Response of Moose Hunters to Predation following Wolf Return in Sweden

Background

Predation and hunter harvest constitute the main mortality factors affecting the size and dynamics of many exploited populations. The re-colonization by wolves (Canis lupus) of the Scandinavian Peninsula may therefore substantially reduce hunter harvest of moose (Alces alces), the main prey of wolves.

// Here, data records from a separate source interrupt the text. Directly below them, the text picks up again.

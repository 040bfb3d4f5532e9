"""``schedule refine FAMILY --out REFINED --budget N``: add design points where checks fail."""

from __future__ import annotations

import json
import sys

import click
import numpy as np

from ..design_file import MAX_CHECK_SAMPLES
from ..errors import InputError
from ..sources import ignored_code_note
from .common import design_inputs, design_option, progress_bar


@click.command("refine")
@click.argument("family_file", type=click.Path(dir_okay=False))
@click.option("--out", "-o", required=True, type=click.Path(dir_okay=False),
              help="Refined family file to write (atomically).")
@click.option("--budget", type=click.IntRange(min=0), default=8, show_default=True,
              help="Maximum number of new design points over all rounds.")
@click.option("--samples", type=click.IntRange(min=0, max=MAX_CHECK_SAMPLES), default=None,
              help="Random in-between samples per check. Default: design [check].")
@click.option("--model", default=None,
              help="module:function for the plant at new points (overrides the design).")
@design_option
@click.option("--jobs", type=click.IntRange(min=1), default=1, show_default=True,
              help="Worker processes.")
@click.option("--cluster", default=None, metavar="ADDRESS",
              help="dask scheduler address (overrides --jobs).")
@click.option("--json", "as_json", is_flag=True, help="Print a machine-readable summary.")
@click.option("--strict-leave-one-out", "strict_loo", is_flag=True,
              help="Let failing leave-one-out predictions fail the check even when the "
                   "in-between points use the true plant (by default they are evidence only).")
@click.option("--quiet", "-q", is_flag=True, help="Print only the final verdict.")
def refine_command(family_file, out, budget, samples, model, design_file, jobs, cluster,
                   strict_loo, as_json, quiet):
    """Refine FAMILY_FILE: synthesize new points where frozen-point checks fail, refit, recheck.

    A rectangular family gains whole breakpoints (it stays rectangular, keeps its
    interpolant kind and the checks of its cell centres and edge midpoints); a
    scattered one gains the proposed points. The points added are printed. A
    refined family whose check is worse than its input's is not written (exit
    code 1, with the comparison).

    The plant at new points comes from --model, or from the model named in the
    design file given with --design; a model named only inside the family file
    is not imported (the file is data). Exit code 0 when the refined family
    passes every check, 1 when checks still fail (budget spent or nothing left
    to add) or the refined family would be worse, 2 for bad input.
    """
    bar = progress_bar(quiet, "read inputs")  # before the imports, which take a moment
    from ..check import CheckSettings, spec_for_family
    from ..paths import refuse_output_over_input
    from ..progress import stage_line
    from ..refine import refine_family
    from ..store import read_family, write_family

    refuse_output_over_input([out], [family_file, design_file])
    family = read_family(family_file)
    spec = spec_for_family(family, model=model, design=design_file)
    refuse_output_over_input([out], design_inputs(spec))
    if spec is not None and spec.source.model is None and spec.source.model_file is None:
        note = ignored_code_note(spec)
        if note:
            raise InputError(f"refinement needs the plant model at new points: {note}")
    settings = CheckSettings.from_spec(spec, samples=samples, gamma_opt=False,
                                       loo_gates=True if strict_loo else None)
    with bar:
        outcome = refine_family(family, spec, budget, settings, jobs=jobs, cluster=cluster,
                                progress=bar)
        written = not outcome.worse
        if written:
            stage_line(bar, "write")
            write_family(out, outcome.family)
    last = outcome.rounds[-1]
    names = last.variable_names
    if as_json:
        click.echo(json.dumps({
            "passed": outcome.passed, "stopped": outcome.stopped, "written": written,
            "rounds": [r.summary() for r in outcome.rounds],
            "added": [dict(zip(names, map(float, r), strict=True)) for r in outcome.added],
            "added_breakpoints": outcome.added_breakpoints,
            "rectangular": outcome.family.breakpoints is not None,
            "comparison": outcome.comparison.to_dict(),
            "out": str(out) if written else None}, indent=1))
    else:
        if not quiet:
            for i, r in enumerate(outcome.rounds):
                s = r.summary()
                click.echo(f"round {i}: {s['failed']} of {s['points']} points fail "
                           f"(design points {int(np.sum(r.kind == 'grid'))})")
            click.echo(f"added {len(outcome.added)} point(s); stopped: {outcome.stopped}")
            for n, values in outcome.added_breakpoints.items():
                click.echo(f"  new breakpoints of {n}: " + ", ".join(f"{x:.6g}" for x in values))
            for r in outcome.added[:50]:
                click.echo("  added (" + ", ".join(f"{n}={x:.6g}" for n, x in
                                                   zip(names, r, strict=True)) + ")")
            if len(outcome.added) > 50:
                click.echo(f"  ... and {len(outcome.added) - 50} more (--json lists all)")
            if outcome.family.breakpoints is not None:
                shape = " x ".join(str(len(b)) for b in outcome.family.breakpoints)
                click.echo(f"  the family stays rectangular: {shape} breakpoints")
        if not quiet or not written:
            click.echo("comparison with the input family:")
            for line in outcome.comparison.lines(names):
                click.echo(line)
        if written and outcome.passed:
            click.echo(f"PASS: refined family written to {out}")
        elif written:
            click.echo(f"FAIL: checks still fail ({outcome.stopped}); the refined family, no "
                       f"worse than its input, is written to {out}: refine it again or raise "
                       "--budget")
        else:
            click.echo(f"FAIL: the refined family is worse than {family_file}; nothing "
                       "written")
    if not outcome.passed or not written:
        sys.exit(1)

Methodology/Principal findings

We examined possible effects of wolf presence on hunter harvest in areas where we had data before and after wolf establishment (n = 25), and in additional areas that had been continuously exposed to wolf predation during at least ten years (n = 43). There was a general reduction in the total number of moose harvested (n = 31,827) during the ten year study period in all areas irrespective of presence of wolves or not. However, the reduction in hunter harvest was stronger within wolf territories compared to control areas without wolves. The reduction in harvest was larger in small (500-800 km²) compared to large (1,200-1,800 km²) wolf territories. In areas with newly established wolf territories moose management appeared to be adaptive with regard to both managers (hunting quotas) and to hunters (actual harvest). In these areas an instant reduction in moose harvest over-compensated the estimated number of moose killed annually by wolves and the composition of the hunted animals changed towards a lower proportion of adult females.

Conclusions/Significance

We show that the re-colonization of wolves may result in an almost instant functional response by another large predator—humans—that reduced the potential for a direct numerical effect on the density of wolves’ main prey, the moose. Because most of the worlds’ habitat that will be available for future colonization by large predators are likely to be strongly influenced by humans, human behavioural responses may constitute a key trait that govern the impact of large predators on their prey.     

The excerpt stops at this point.